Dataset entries
· · · · ·

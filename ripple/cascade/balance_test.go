package cascade

import (
	"fmt"
	"math"
	"testing"

	"pgregory.net/rapid"

	"kilovet/hv/chance"
	"kilovet/hv/quantity"
)

// unit is a cascade in which one period's load moves every capacitor by one volt:
// 1 A, 1 Hz, 1 F. climb is linear, so its range does not matter here.
func unit(n int) Cascade { return Cascade{Peak: 1e6, Frequency: 1}.WithEqual(n, 1) }

var kinds = []struct {
	name                string
	symmetrical, square bool
}{
	{"half-wave, sine", false, false},
	{"half-wave, square", false, true},
	{"symmetrical, sine", true, false},
	{"symmetrical, square", true, true},
}

func near(t *testing.T, what string, got, want, tolerance float64) {
	t.Helper()
	if !(math.Abs(got-want) <= tolerance*math.Abs(want)) {
		t.Errorf("%s: %.9g, want %.9g within %g", what, got, want, tolerance)
	}
}

func TestEveryPeriodReturnsItsCharge(t *testing.T) {
	for _, kind := range kinds {
		c := Cascade{Symmetrical: kind.symmetrical, Square: kind.square}
		for m := 1.0; m <= 60; m++ {
			b := c.balance(m)
			near(t, kind.name+": smoothing capacitor", b.rise, b.first+b.fall+b.second, 1e-12)
			columns, pulses := 1.0, 1.0
			if kind.symmetrical {
				columns = 2
			}
			near(t, kind.name+": charge lifted by the coupling columns", columns*(b.pulse+b.hold)*pulses, m, 1e-12)
		}
	}
}

// The sums over the column are the polynomials of the package comment, to 60 stages.
func TestEqualCapacitorsGiveThePolynomials(t *testing.T) {
	for n := 1; n <= 60; n++ {
		x := float64(n)
		rows := []struct{ maximum, mean, minimum, ripple float64 }{
			{2*x*x*x/3 + x*x/4 + x/12, 2*x*x*x/3 + x*x/2 + x/3, 2*x*x*x/3 + 3*x*x/4 + 7*x/12, x * (x + 1) / 2},
			{2*x*x*x/3 + x/12, 2*x*x*x/3 + x*x/4 + 7*x/48, 2*x*x*x/3 + x*x/2 + x/3, x*(x+1)/2 - x/4},
			{x*x*x/6 + x*x/4 + x/12, x*x*x/6 + x*x/4 + x/3, x*x*x/6 + x*x/4 + 7*x/12, x / 2},
			{x*x*x/6 + x*x/8 - x/24, x*x*x/6 + x*x/8 + x/12, x*x*x/6 + x*x/8 + 5*x/24, x / 4},
		}
		for i, kind := range kinds {
			c := unit(n)
			c.Symmetrical, c.Square = kind.symmetrical, kind.square
			s := c.climb(1)
			what := fmt.Sprintf("%s, %d stages: ", kind.name, n)
			near(t, what+"drop of the maximum", float64(s.DropOfMaximum()), rows[i].maximum, 1e-8)
			near(t, what+"drop of the mean", float64(s.Drop()), rows[i].mean, 1e-8)
			near(t, what+"drop of the minimum", float64(s.DropOfMinimum()), rows[i].minimum, 1e-8)
			near(t, what+"ripple", float64(s.Ripple.PeakToPeak()), rows[i].ripple, 1e-9)
			near(t, what+"cubic of the optimum", c.meanDrop().at(x), rows[i].mean, 1e-12)
		}
	}
}

// Unequal capacitors, half-wave and symmetrical: the sums over the stages written
// out (derived by charge balance).
func TestUnequalCapacitorsGiveTheSums(t *testing.T) {
	chance.Check(t, func(t *rapid.T) {
		c := anyCascade(t)
		c.Square = false
		s := c.climb(1)
		var ripple, maximum float64
		for k := range c.Smoothing {
			m := float64(c.Stages() - k)
			p, q := float64(c.perPeriod(1, c.Coupling[k])), float64(c.perPeriod(1, c.Smoothing[k]))
			if c.Symmetrical {
				ripple, maximum = ripple+q/2, maximum+m*m*p/2
			} else {
				ripple, maximum = ripple+m*q, maximum+m*m*p+(m-1)*(m-.5)*q
			}
		}
		for _, row := range []struct {
			what      string
			got, want float64
		}{
			{"ripple", float64(s.Ripple.PeakToPeak()), ripple},
			{"drop of the maximum", float64(s.DropOfMaximum()), maximum},
			{"drop of the mean", float64(s.Drop()), maximum + ripple/2},
			{"drop of the minimum", float64(s.DropOfMinimum()), maximum + ripple},
		} {
			if math.Abs(row.got-row.want) > 1e-9*math.Max(row.want, float64(s.NoLoad)) {
				t.Errorf("%s %g, want %g", row.what, row.got, row.want)
			}
		}
	})
}

// anyCascade draws a cascade with capacitors within a decade and no strays.
func anyCascade(t *rapid.T) Cascade {
	c := Cascade{
		Symmetrical: rapid.Bool().Draw(t, "symmetrical"),
		Peak:        quantity.Voltage(rapid.Float64Range(500, 5000).Draw(t, "peak")),
		Frequency:   quantity.Frequency(rapid.Float64Range(50, 1e5).Draw(t, "frequency")),
		ForwardDrop: quantity.Voltage(rapid.Float64Range(0, 20).Draw(t, "forward drop")),
	}
	n := rapid.IntRange(1, 12).Draw(t, "stages")
	for range n {
		c.Coupling = append(c.Coupling, quantity.Capacitance(rapid.Float64Range(3e-10, 3e-9).Draw(t, "coupling")))
		c.Smoothing = append(c.Smoothing, quantity.Capacitance(rapid.Float64Range(3e-10, 3e-9).Draw(t, "smoothing")))
	}
	return c
}

// anyLoad draws a load that takes up to 0.3 of the no-load voltage and empties no
// capacitor.
func anyLoad(t *rapid.T, c Cascade) quantity.Current {
	share := rapid.Float64Range(0.01, 0.3).Draw(t, "share of the no-load voltage")
	s := c.climb(1)
	load := quantity.Current(share * float64(s.NoLoad/s.Drop()))
	if c.climb(load).lowest() <= 0 {
		t.Skip("a capacitor empties")
	}
	return load
}

// A first coupling capacitor of twice the others takes n²/2 from the drop: it
// carries one peak only, so that it costs no higher voltage class.
func TestFirstCouplingCapacitorDoubled(t *testing.T) {
	for n := 1; n <= 12; n++ {
		c := unit(n)
		c.Coupling[0] = 2
		x := float64(n)
		near(t, "drop of the mean", float64(c.climb(1).Drop()), 2*x*x*x/3+x/3, 1e-9)
		book, err := c.TextbookDrop(1)
		if err != nil {
			t.Fatal(err)
		}
		near(t, "textbook drop", float64(book), 2*x*x*x/3-x/6, 1e-9)
	}
}

// Capacitors in the ratio of the charge they carry, n C at the bottom to C at the top.
func TestTaperedCapacitors(t *testing.T) {
	for n := 1; n <= 12; n++ {
		c, harmonic := unit(n), 0.0
		for k := range n {
			c.Coupling[k] = quantity.Capacitance(n - k)
			c.Smoothing[k] = quantity.Capacitance(n - k)
			harmonic += 1 / float64(k+1)
		}
		s, x := c.climb(1), float64(n)
		near(t, "ripple", float64(s.Ripple.PeakToPeak()), x, 1e-9)
		near(t, "drop of the mean", float64(s.Drop()), x*x+harmonic/2, 1e-9)
		book, _ := c.TextbookDrop(1)
		near(t, "textbook drop", float64(book), x*x, 1e-9)
	}
}

func TestDoubler(t *testing.T) {
	c := Cascade{Peak: 1e4, Frequency: 50, Coupling: []quantity.Capacitance{2e-8}, Smoothing: []quantity.Capacitance{5e-8}}
	s, err := c.Loaded(1e-4)
	if err != nil {
		t.Fatal(err)
	}
	near(t, "drop of the mean I/f (1/P + 1/2S)", float64(s.Drop()), 1e-4/50*(1/2e-8+1/1e-7), 1e-9)
	near(t, "ripple I/(f S)", float64(s.Ripple.PeakToPeak()), 1e-4/50/5e-8, 1e-9)
}

// The textbook drop lies n(n−1)/4 above the drop of the maximum and n/2 below that
// of the mean, in q/C.
func TestTextbookDropIsNeitherMaximumNorMean(t *testing.T) {
	for n := 1; n <= 20; n++ {
		c, x := unit(n), float64(n)
		book, err := c.TextbookDrop(1)
		if err != nil {
			t.Fatal(err)
		}
		s := c.climb(1)
		near(t, "polynomial", float64(book), 2*x*x*x/3+x*x/2-x/6, 1e-12)
		near(t, "against the maximum", float64(book-s.DropOfMaximum())+1, x*(x-1)/4+1, 1e-8)
		near(t, "against the mean", float64(s.Drop()-book), x/2, 1e-8)
	}
}

// Everything the load does is proportional to I/(f C).
func TestScalesWithTheLoadOverFrequencyAndCapacitance(t *testing.T) {
	chance.Check(t, func(t *rapid.T) {
		c := anyCascade(t)
		load := anyLoad(t, c)
		base := c.climb(load)
		factor := rapid.Float64Range(0.1, 10).Draw(t, "factor")
		faster, larger := c, c
		faster.Frequency *= quantity.Frequency(factor)
		larger.Coupling, larger.Smoothing = scaled(c.Coupling, factor), scaled(c.Smoothing, factor)
		more := c.climb(load / quantity.Current(factor))
		for _, s := range []State{faster.climb(load), larger.climb(load), more} {
			same(t, s.Drop()*quantity.Voltage(factor), base.Drop(), base.NoLoad)
			same(t, s.Ripple.PeakToPeak()*quantity.Voltage(factor), base.Ripple.PeakToPeak(), base.NoLoad)
		}
	})
}

func scaled(list []quantity.Capacitance, by float64) []quantity.Capacitance {
	var out []quantity.Capacitance
	for _, c := range list {
		out = append(out, c*quantity.Capacitance(by))
	}
	return out
}

func same(t *rapid.T, got, want, scale quantity.Voltage) {
	t.Helper()
	if math.Abs(float64(got-want)) > 1e-9*float64(scale) {
		t.Errorf("%g, want %g", got, want)
	}
}

func TestWithoutLoad(t *testing.T) {
	chance.Check(t, func(t *rapid.T) {
		c := anyCascade(t)
		s, err := c.Loaded(0)
		if err != nil {
			t.Fatal(err)
		}
		want, _ := c.NoLoad()
		same(t, s.Output.Mean, want, want)
		same(t, s.Ripple.PeakToPeak(), 0, want)
		for k := range s.Smoothing {
			same(t, s.Smoothing[k].Maximum, 2*(c.Peak-c.ForwardDrop), want)
			same(t, s.DiodeReverse[2*k], 2*c.Peak-c.ForwardDrop, want)
			same(t, s.DiodeReverse[2*k+1], 2*c.Peak-c.ForwardDrop, want)
		}
		same(t, s.Coupling[0].Mean, c.Peak-c.ForwardDrop, want)
	})
}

· · · · ·

• **Task brief**
Where the line with "c.Symmetrical, c.Square = kind.symmetrical, kind.square" ends, your copy should end too; please return exactly the lines from the first line of the data through it.

• **Output**
filename ripple/cascade/balance_test.go
package cascade

import (
	"fmt"
	"math"
	"testing"

	"pgregory.net/rapid"

	"kilovet/hv/chance"
	"kilovet/hv/quantity"
)

// unit is a cascade in which one period's load moves every capacitor by one volt:
// 1 A, 1 Hz, 1 F. climb is linear, so its range does not matter here.
func unit(n int) Cascade { return Cascade{Peak: 1e6, Frequency: 1}.WithEqual(n, 1) }

var kinds = []struct {
	name                string
	symmetrical, square bool
}{
	{"half-wave, sine", false, false},
	{"half-wave, square", false, true},
	{"symmetrical, sine", true, false},
	{"symmetrical, square", true, true},
}

func near(t *testing.T, what string, got, want, tolerance float64) {
	t.Helper()
	if !(math.Abs(got-want) <= tolerance*math.Abs(want)) {
		t.Errorf("%s: %.9g, want %.9g within %g", what, got, want, tolerance)
	}
}

func TestEveryPeriodReturnsItsCharge(t *testing.T) {
	for _, kind := range kinds {
		c := Cascade{Symmetrical: kind.symmetrical, Square: kind.square}
		for m := 1.0; m <= 60; m++ {
			b := c.balance(m)
			near(t, kind.name+": smoothing capacitor", b.rise, b.first+b.fall+b.second, 1e-12)
			columns, pulses := 1.0, 1.0
			if kind.symmetrical {
				columns = 2
			}
			near(t, kind.name+": charge lifted by the coupling columns", columns*(b.pulse+b.hold)*pulses, m, 1e-12)
		}
	}
}

// The sums over the column are the polynomials of the package comment, to 60 stages.
func TestEqualCapacitorsGiveThePolynomials(t *testing.T) {
	for n := 1; n <= 60; n++ {
		x := float64(n)
		rows := []struct{ maximum, mean, minimum, ripple float64 }{
			{2*x*x*x/3 + x*x/4 + x/12, 2*x*x*x/3 + x*x/2 + x/3, 2*x*x*x/3 + 3*x*x/4 + 7*x/12, x * (x + 1) / 2},
			{2*x*x*x/3 + x/12, 2*x*x*x/3 + x*x/4 + 7*x/48, 2*x*x*x/3 + x*x/2 + x/3, x*(x+1)/2 - x/4},
			{x*x*x/6 + x*x/4 + x/12, x*x*x/6 + x*x/4 + x/3, x*x*x/6 + x*x/4 + 7*x/12, x / 2},
			{x*x*x/6 + x*x/8 - x/24, x*x*x/6 + x*x/8 + x/12, x*x*x/6 + x*x/8 + 5*x/24, x / 4},
		}
		for i, kind := range kinds {
			c := unit(n)
			c.Symmetrical, c.Square = kind.symmetrical, kind.square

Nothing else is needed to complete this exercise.